July 03, 2003

The History of Techno!

Check this nice piece by Dan S.e.l.z.e.r one of my New York chums, his name correctly spelt here. Dan's not a writer per se, he runs the Acute subsidiary of the awesome Carpark label, specialising in re-issues. The bits on Cerrone and Patrick Adams are very juicy. Acute have just put out Glen Branca's Ascension. Dan's also working on an authoratitive Arthur Russell discography, so if you have that Flying Hearts flexi disc from Aspen magazine drop him a line and screw it all up.

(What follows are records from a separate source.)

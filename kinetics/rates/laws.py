"""Rate laws in closed forms that stay accurate in every limit.

v is the rate of the reaction as written: −d[A]/dt = a·v with the coefficient a of A, and
d[P]/dt = p·v. All forms are analytic in their parameters, so that the fit differentiates them by
the complex step, which is exact to the last digits (Squire & Trapp, SIAM Rev. 40 (1998) 110).

φ(x) = (1 − e^(−x))/x is entire; with it no form divides by a difference that may vanish.
"""

from collections.abc import Callable, Mapping
from dataclasses import dataclass
from typing import Any

import numpy as np

from kinetics.errors import InputError
from kinetics.rates.question import Question

Array = Any  # float64 or complex128, shape (n,) or scalar: the complex step passes both


def phi(x: Array) -> Array:
    """Return (1 − e^(−x))/x, 1 at 0, for real or complex x."""
    x = np.asarray(x)
    small = np.abs(x) < 1e-5
    safe = np.where(small, 1.0, x)
    return np.where(small, 1.0 - x / 2 + x * x / 6, -np.expm1(-safe) / safe)


@dataclass(frozen=True, slots=True)
class Mechanism:
    """The species a law speaks of, taken from a question.

    Attributes
    ----------
    reactants, products
        (species, coefficient), the limiting reactant first.
    intermediate
        Of consecutive laws.
    """

    reactants: tuple[tuple[str, float], ...]
    products: tuple[tuple[str, float], ...]
    intermediate: str | None = None

    @property
    def species(self) -> tuple[str, ...]:
        """All species."""
        middle = () if self.intermediate is None else (self.intermediate,)
        return tuple(s for s, _ in self.reactants) + middle + tuple(s for s, _ in self.products)


Start = Mapping[str, Array]
Extent = Callable[[Mechanism, Mapping[str, Array], Start, Array], Array]


@dataclass(frozen=True, slots=True)
class Law:
    """One rate law.

    Attributes
    ----------
    name
        As in the sheet.
    rates
        Names of its rate parameters; all but `order` are positive.
    unit
        Unit of its first rate parameter with amounts in mol/L; ``U`` stands for the amount unit.
    needs_start_of
        Number of reactants whose starting amount enters the curve.
    equation
        The law in words and symbols, shown wherever k is shown.
    amounts
        (mechanism, rates, start, t) → amount of each species at times t.
    units
        Unit of each rate parameter where they differ; empty: all are of `unit`.
    """

    name: str
    rates: tuple[str, ...]
    unit: str
    needs_start_of: int
    equation: str
    amounts: Callable[[Mechanism, Mapping[str, Array], Start, Array], dict[str, Array]]
    units: tuple[str, ...] = ()


def _by_extent(extent: Extent) -> Callable[..., dict[str, Array]]:
    """Amounts of a one-step reaction from its extent ξ: A₀ − a ξ and P₀ + p ξ."""

    def amounts(
        m: Mechanism, rates: Mapping[str, Array], start: Start, t: Array
    ) -> dict[str, Array]:
        xi = extent(m, rates, start, t)
        out = {name: start[name] - a * xi for name, a in m.reactants}
        out.update({name: start[name] + p * xi for name, p in m.products})
        return out

    return amounts


def _zero(m: Mechanism, r: Mapping[str, Array], start: Start, t: Array) -> Array:
    name, a = m.reactants[0]
    end = start[name] / a
    xi = r["k"] * t
    return np.where(np.real(xi) < np.real(end), xi, end)


def _first(m: Mechanism, r: Mapping[str, Array], start: Start, t: Array) -> Array:
    name, a = m.reactants[0]
    k = r["k"] if "k" in r else r["k_observed"]
    return start[name] * k * t * phi(a * k * t)


def _second(m: Mechanism, r: Mapping[str, Array], start: Start, t: Array) -> Array:
    name, a = m.reactants[0]
    return start[name] ** 2 * r["k"] * t / (1.0 + a * r["k"] * start[name] * t)


def _mixed(m: Mechanism, r: Mapping[str, Array], start: Start, t: Array) -> Array:
    (first, a), (second, b) = m.reactants[:2]
    x, y = start[first] / a, start[second] / b
    low, high = (x, y) if np.real(x) <= np.real(y) else (y, x)
    kappa = r["k"] * a * b
    g = kappa * t * phi(kappa * (high - low) * t)
    return low * high * g / (1.0 + low * g)


def _nth(m: Mechanism, r: Mapping[str, Array], start: Start, t: Array) -> Array:
    name, a = m.reactants[0]
    zero = start[name]
    u = a * r["k"] * zero ** (r["order"] - 1.0) * t
    z = (r["order"] - 1.0) * u
    spent = np.real(z) <= -1.0 + 1e-12
    safe = np.where(spent, -0.5, z)
    small = np.abs(safe) < 1e-8
    log_over = np.where(small, 1.0 - safe / 2, np.log1p(safe) / np.where(small, 1.0, safe))
    left = zero * np.exp(-np.where(spent, 0.0, u) * log_over)
    return (zero - np.where(spent, 0.0 * zero, left)) / a


def _reversible(m: Mechanism, r: Mapping[str, Array], start: Start, t: Array) -> Array:
    (reactant, a), (product, p) = m.reactants[0], m.products[0]
    net = r["k_forward"] * start[reactant] - r["k_reverse"] * start[product]
    return net * t * phi((a * r["k_forward"] + p * r["k_reverse"]) * t)


def _autocatalytic(m: Mechanism, r: Mapping[str, Array], start: Start, t: Array) -> Array:
    (reactant, a), (product, p) = m.reactants[0], m.products[0]
    x, y = start[reactant] / a, start[product] / p
    s = r["k"] * a * p * (x + y) * t
    return x * y * -np.expm1(-s) / (x * np.exp(-s) + y)


def _consecutive(m: Mechanism, r: Mapping[str, Array], start: Start, t: Array) -> dict[str, Array]:
    name, a = m.reactants[0]
    middle = str(m.intermediate)
    fast, slow = a * r["k_1"], r["k_2"]
    low = fast if np.real(fast) <= np.real(slow) else slow
    high = slow if np.real(fast) <= np.real(slow) else fast
    left = start[name] * np.exp(-fast * t)
    made = r["k_1"] * start[name] * t * np.exp(-low * t) * phi((high - low) * t)
    b = start[middle] * np.exp(-slow * t) + made
    xi = (start[name] - left) / a  # first step
    second = xi + start[middle] - b
    out = {name: left, middle: b}
    out.update({other: start[other] - c * xi for other, c in m.reactants[1:]})
    out.update({product: start[product] + p * second for product, p in m.products})
    return out


_LAWS = (
    Law("zero-order", ("k",), "U/s", 1, "v = k", _by_extent(_zero)),
    Law("first-order", ("k",), "1/s", 0, "v = k [A]", _by_extent(_first)),
    Law("pseudo-first-order", ("k_observed",), "1/s", 0, "v = k_observed [A]", _by_extent(_first)),
    Law("second-order", ("k",), "1/(U s)", 1, "v = k [A]²", _by_extent(_second)),
    Law("second-order-mixed", ("k",), "1/(U s)", 2, "v = k [A][B]", _by_extent(_mixed)),
    Law("nth-order", ("k", "order"), "U^(1-n)/s", 1, "v = k [A]^n", _by_extent(_nth)),
    Law(
        "first-order-reversible",
        ("k_forward", "k_reverse"),
        "1/s",
        1,
        "v = k_forward [A] − k_reverse [P]",
        _by_extent(_reversible),
    ),
    Law("autocatalytic", ("k",), "1/(U s)", 1, "v = k [A][P]", _by_extent(_autocatalytic)),
    Law(
        "consecutive-first-order",
        ("k_1", "k_2"),
        "1/s",
        1,
        "v₁ = k_1 [A], v₂ = k_2 [B]",
        _consecutive,
    ),
)
LAWS = {law.name: law for law in _LAWS}


def law_named(name: str) -> Law:
    """Return a law.

    Raises
    ------
    InputError
        If there is none of that name.
    """
    if name not in LAWS:
        raise InputError(f"there is no rate law {name!r}; known: {', '.join(LAWS)}")
    return LAWS[name]


def mechanism_of(law: Law, question: Question) -> Mechanism:
    """Return the mechanism a law needs, checked against what the question names.

    Raises
    ------
    InputError
        If a species that the law speaks of is not named.
    """
    consumed = dict(question.consumed)
    limiting = question.limiting_species
    if limiting is None:
        raise InputError(f"{law.name} needs a species in consumed")
    order = [limiting, *(s for s in consumed if s != limiting)]
    reactants = tuple((s, float(consumed.get(s, 1.0))) for s in order)
    products = tuple((s, float(p)) for s, p in question.formed.items())
    if law.name == "second-order-mixed" and len(reactants) != 2:
        raise InputError("second-order-mixed needs exactly two species in consumed")
    if law.name in ("first-order-reversible", "autocatalytic") and not products:
        raise InputError(f"{law.name} needs a species in formed")
    if law.name == "consecutive-first-order":
        if question.intermediate is None:
            raise InputError("consecutive-first-order needs intermediate")
        products = tuple((s, p) for s, p in products if s != question.intermediate)
        return Mechanism(reactants, products, question.intermediate)
    return Mechanism(reactants, products)


def unit_of(parameter: str, law: Law, amount_unit: str) -> str:
    """Return the unit of a parameter, e.g. ``"L/(mol s)"`` or ``"1/(ratio s)"``."""
    if parameter == "order":
        return "1"
    if parameter not in law.rates:
        return amount_unit
    form = law.units[law.rates.index(parameter)] if law.units else law.unit
    if form == "1/(U s)":
        return "L/(mol s)" if amount_unit == "mol/L" else f"1/({amount_unit} s)"
    if form == "U/s":
        return "mol/(L s)" if amount_unit == "mol/L" else f"{amount_unit}/s"
    if form == "U^(1-n)/s":
        return f"({amount_unit})^(1-n)/s"
    return form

Thing is though "The History of Techno" as such makes me giggle. Have you noticed how everyone has their "original" Techno moment that they'll swear blind to being it's actual point of inception. Steve Barrow has that squiggly 303 intro on that King Tubby track*, my friend Gwen had This Heat's 24 track loop, Jeff Mill's had that Charivari 12", David Toop had those Lil' Louie Vega mixes of Information Society, Juan Atkins has Kraftwerk's Computer World, that dude Peter Frohmader has the John Carpenter soundtracks, Autechre (yawn) have Bernard Parmegiani, more than many folk think it's Vladimir Ussachevsky, Derrick May thought it was Herbie Hancock's Rain Dance, Kevin Martin thought it was Tod Dockstader, Cabaret Voltaire thought it was the Belleville 3, and Dan thinks it's The Silver Apples (well he doesn't, but that's where his story starts.) It's an endearingly daft pursuit that usually tells you more about the person insisting than anything else. I reckon it was Tubbs's jacket in Miami Vice.

And actually it seems no-one cares any more. That revitalising shag that Techno gave the academy is history now. The quickest way to get an egg down your neck these days is to stand on a chair in the pub and yell at the top of your voice: "John Cage invented Techno!" It's just so passe!

*really busting out with the research today.